# EXERCISE DETAILS
Work out how many lines in the records include the word "written", then answer with nothing but that number.

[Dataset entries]
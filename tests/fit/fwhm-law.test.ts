/**
 * FWHM-law fit against statistics, not our own numbers: synthetic lines drawn from a known truth
 * with seeded Gaussian noise must give pulls ~ N(0, 1) and χ² ~ dof (least-squares theory, common
 * practice, no source); the covariance must equal 2·H⁻¹ from a finite-difference Hessian of χ².
 */
import { describe, expect, it } from 'vitest';
import { fitFwhmLaw, fwhmModelEv } from '../../generators/fit/fwhm-law.ts';
import { FWHM_PER_SIGMA } from '../../generators/physics/resolution.ts';
import { KilnInputError } from '../../generators/errors.ts';
import { lineFit } from '../response/spec-fixtures.ts';
import { normalSampler } from './rng.ts';
import { finiteDifferenceCovariance, meanStd } from './fit-helpers.ts';
import type { LineFit } from '../../generators/response/model-types.ts';

const W = 3.65;
const PPE = { a: 1, bPerKeV: 0.4 };
const TRUE = [4, 0.118, 0]; // readNoiseE, fano, sigma0Ev (invented demo detector)
const ENERGIES = [0.277, 0.525, 0.93, 1.487, 2.3, 3.3, 4.5, 5.899, 6.4, 8.048];
const ERR_EV = 1.5;

/**
 * The resolution law written out, not taken from the code under test: σ² = (w·N_r)²·n_pix(E) +
 * F·w·E + σ₀², n_pix = a + b·E (Fano, Phys. Rev. 72, 26 (1947) for F·w·E; read noise and Fano noise
 * added in quadrature as in Janesick, Scientific Charge-Coupled Devices, SPIE Press 2001, from
 * memory; read noise summed over the pixels of an event: common practice, no source),
 * FWHM = 2√(2 ln 2)·σ (definition of the FWHM of a Gaussian: exact mathematics).
 */
function lawFwhmEv([readNoiseE, fano, sigma0Ev]: readonly number[], eKeV: number): number {
  const npix = PPE.a + PPE.bPerKeV * eKeV;
  return 2 * Math.sqrt(2 * Math.LN2) * Math.sqrt((W * readNoiseE) ** 2 * npix + fano * W * eKeV * 1000 + sigma0Ev ** 2);
}

function synthetic(noise: () => number, scale = 1, truth: readonly number[] = TRUE): LineFit[] {
  return ENERGIES.map((e, i) => lineFit(`L${i}`, e, { fwhmEv: lawFwhmEv(truth, e) + scale * ERR_EV * noise(), fwhmErrEv: ERR_EV }));
}

describe('FWHM law against the formula (non-zero read noise)', () => {
  it('fwhmModelEv equals the law written out at every energy, with read noise, Fano and σ₀ all non-zero', () => {
    for (const theta of [[4, 0.118, 0], [7.5, 0.12, 12], [2, 0.115, 30]])
      for (const e of ENERGIES) expect(Math.abs(fwhmModelEv(theta, e, W, PPE) / lawFwhmEv(theta, e) - 1), `${theta} at ${e} keV`).toBeLessThan(1e-12);
  });

  it('the fit of noiseless lines equals the closed-form solution: FWHM²/k² is linear in E, intercept (w·N_r)²·a, slope (w·N_r)²·b + F·w', () => {
    // With σ₀ = 0 the law squared is a straight line in E: two energies fix N_r and F exactly.
    const k2 = 8 * Math.LN2;
    const [e1, e2] = [ENERGIES[1], ENERGIES[8]];
    const truth = [6.2, 0.121, 0];
    const lines = synthetic(() => 0, 0, truth);
    const y1 = lines[1].fwhmEv ** 2 / k2;
    const y2 = lines[8].fwhmEv ** 2 / k2;
    const slope = (y2 - y1) / ((e2 - e1) * 1000); // per eV
    const intercept = y1 - slope * e1 * 1000;
    const readNoise = Math.sqrt(intercept / (W * W * PPE.a));
    const fano = (slope - (W * readNoise) ** 2 * (PPE.bPerKeV / 1000)) / W;
    expect(readNoise).toBeCloseTo(6.2, 9);
    expect(fano).toBeCloseTo(0.121, 9);
    const r = fitFwhmLaw(lines, { pairEnergyEv: W, pixelsPerEvent: PPE, initial: { readNoiseE: 3, fano: 0.1 } });
    expect(Math.abs(r.params.readNoiseE - readNoise)).toBeLessThan(1e-6);
    expect(Math.abs(r.params.fano - fano)).toBeLessThan(1e-8);
  });
});

describe('FWHM law fit (weighted least squares, ml-levenberg-marquardt)', () => {
  it('recovers the parameters of noiseless data exactly, with χ² ≈ 0', () => {
    const r = fitFwhmLaw(synthetic(() => 0), { pairEnergyEv: W, pixelsPerEvent: PPE, initial: { readNoiseE: 2, fano: 0.13 } });
    // Noiseless lines drawn from the written-out law (read noise 4 e⁻): the fit returns that truth.
    expect(r.params.readNoiseE).toBeCloseTo(4, 6);
    expect(r.params.fano).toBeCloseTo(0.118, 8);
    expect(r.chi2).toBeLessThan(1e-10);
    expect(r.dof).toBe(ENERGIES.length - 2);
    expect(r.free).toEqual(['readNoiseE', 'fano']);
    expect(r.errors.sigma0Ev).toBe(0);
    expect(JSON.parse(JSON.stringify(r))).toEqual(r); // plain JSON for the site
  });

  it('with seeded noise: estimates scatter about the truth as their errors say (pulls ~ N(0, 1)), χ² ~ dof', () => {
    const noise = normalSampler(20240601);
    const pullsN: number[] = [];
    const pullsF: number[] = [];
    const chi2: number[] = [];
    for (let t = 0; t < 300; t++) {
      const r = fitFwhmLaw(synthetic(noise), { pairEnergyEv: W, pixelsPerEvent: PPE });
      pullsN.push((r.params.readNoiseE - TRUE[0]) / r.errors.readNoiseE);
      pullsF.push((r.params.fano - TRUE[1]) / r.errors.fano);
      chi2.push(r.chi2 / r.dof);
    }
    for (const pulls of [pullsN, pullsF]) {
      const { mean, std } = meanStd(pulls);
      expect(Math.abs(mean)).toBeLessThan(0.2); // 300 trials: σ(mean) ≈ 0.06
      expect(std).toBeGreaterThan(0.85);
      expect(std).toBeLessThan(1.15);
    }
    expect(Math.abs(meanStd(chi2).mean - 1)).toBeLessThan(0.1);
  });

  it('covariance (JᵀWJ)⁻¹ equals 2·H⁻¹ from a finite-difference Hessian of χ²', () => {
    for (const scale of [0, 1]) {
      const lines = synthetic(normalSampler(7), scale);
      const r = fitFwhmLaw(lines, { pairEnergyEv: W, pixelsPerEvent: PPE });
      const fd = finiteDifferenceCovariance(
        {
          names: ['readNoiseE', 'fano', 'sigma0Ev'],
          x: lines.map((l) => l.energyKeV),
          y: lines.map((l) => l.fwhmEv),
          sigma: lines.map((l) => l.fwhmErrEv),
          initial: [0, 0, 0],
          model: (t, e) => fwhmModelEv(t, e, W, PPE),
        },
        [r.params.readNoiseE, r.params.fano, r.params.sigma0Ev],
        [0, 1],
        [1e-3, 1e-5],
      );
      // noiseless: exact up to differencing (1e-4); noisy: curvature terms Σ r·∂²f are small (5 %)
      const tol = scale === 0 ? 1e-4 : 0.05;
      for (let a = 0; a < 2; a++) for (let b = 0; b < 2; b++) expect(Math.abs(r.covariance[a][b] / fd[a][b] - 1)).toBeLessThan(tol);
    }
  });

  it('can scale errors by χ²/dof on request (off by default)', () => {
    const lines = synthetic(normalSampler(11), 3); // errors understated ×3
    const plain = fitFwhmLaw(lines, { pairEnergyEv: W, pixelsPerEvent: PPE });
    const scaled = fitFwhmLaw(lines, { pairEnergyEv: W, pixelsPerEvent: PPE, scaleByReducedChi2: true });
    expect(plain.errorsScaledByReducedChi2).toBe(false);
    expect(scaled.errors.fano / plain.errors.fano).toBeCloseTo(Math.sqrt(plain.reducedChi2 as number), 6);
  });

  it('rejects a line narrower than the Fano limit, naming line, value and limit', () => {
    const lines = synthetic(() => 0);
    lines[7] = { ...lines[7], line: 'Mn-Ka', fwhmEv: 110 };
    try {
      fitFwhmLaw(lines, { pairEnergyEv: W, pixelsPerEvent: PPE, fanoForLimit: 0.115 });
      expect.unreachable();
    } catch (e) {
      const err = e as KilnInputError;
      expect(err).toBeInstanceOf(KilnInputError);
      expect(err.oneLine()).toMatch(/Mn-Ka.*got 110.*≥ 11[67]\.\d eV/);
    }
  });

  it('fits σ₀ with N_r held (σ² is constant + linear in E: two of the three separate); covariance equals 2·H⁻¹ of χ²', () => {
    const truth = [4, 0.118, 25];
    const lines = synthetic(normalSampler(99), 1, truth);
    const r = fitFwhmLaw(lines, { pairEnergyEv: W, pixelsPerEvent: PPE, free: ['fano', 'sigma0Ev'], initial: { readNoiseE: 4, sigma0Ev: 10 } });
    const fd = finiteDifferenceCovariance(
      { names: ['readNoiseE', 'fano', 'sigma0Ev'], x: lines.map((l) => l.energyKeV), y: lines.map((l) => l.fwhmEv), sigma: lines.map((l) => l.fwhmErrEv), initial: [0, 0, 0], model: (t, e) => fwhmModelEv(t, e, W, PPE) },
      [r.params.readNoiseE, r.params.fano, r.params.sigma0Ev],
      [1, 2],
      [1e-5, 1e-3],
    );
    for (let a = 0; a < 2; a++) for (let b = 0; b < 2; b++) expect(Math.abs(r.covariance[a][b] / fd[a][b] - 1), `cov[${a}][${b}]`).toBeLessThan(0.05);
    expect(Math.abs(r.params.fano - truth[1]) / r.errors.fano).toBeLessThan(4);
    expect(Math.abs(r.params.sigma0Ev - truth[2]) / r.errors.sigma0Ev).toBeLessThan(4);
  });

  it('keeps F below 1 (Poisson statistics, F = 1, bound the ionisation noise: Fano, Phys. Rev. 72, 26 (1947), from memory)', () => {
    const r = fitFwhmLaw(synthetic(() => 0, 0, [4, 1.5, 0]), { pairEnergyEv: W, pixelsPerEvent: PPE });
    expect(Math.abs(r.params.fano - (1 - 1e-6))).toBeLessThan(1e-9);
  });

  it('names the FWHM law in its errors', () => {
    const lines = synthetic(() => 0);
    expect(() => fitFwhmLaw(lines.slice(0, 1), { pairEnergyEv: W, pixelsPerEvent: PPE })).toThrow(/^FWHM law: fewer data points than free parameters$/);
  });

  it('reports N_r and σ₀ as degenerate when pixels per event do not vary with energy', () => {
    const flat = { a: 2, bPerKeV: 0 };
    const lines = ENERGIES.map((e, i) => lineFit(`L${i}`, e, { fwhmEv: fwhmModelEv([4, 0.118, 5], e, W, flat), fwhmErrEv: 1 }));
    expect(() => fitFwhmLaw(lines, { pairEnergyEv: W, pixelsPerEvent: flat, free: ['readNoiseE', 'fano', 'sigma0Ev'], initial: { sigma0Ev: 3 } })).toThrow(
      /degenerate/,
    );
    // the FWHM/σ constant used by the model is the one the law states
    expect(fwhmModelEv([0, 0.1, 10], 1, W, flat)).toBeCloseTo(FWHM_PER_SIGMA * Math.sqrt(0.1 * W * 1000 + 100), 10);
  });
});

# ANSWER BOX
3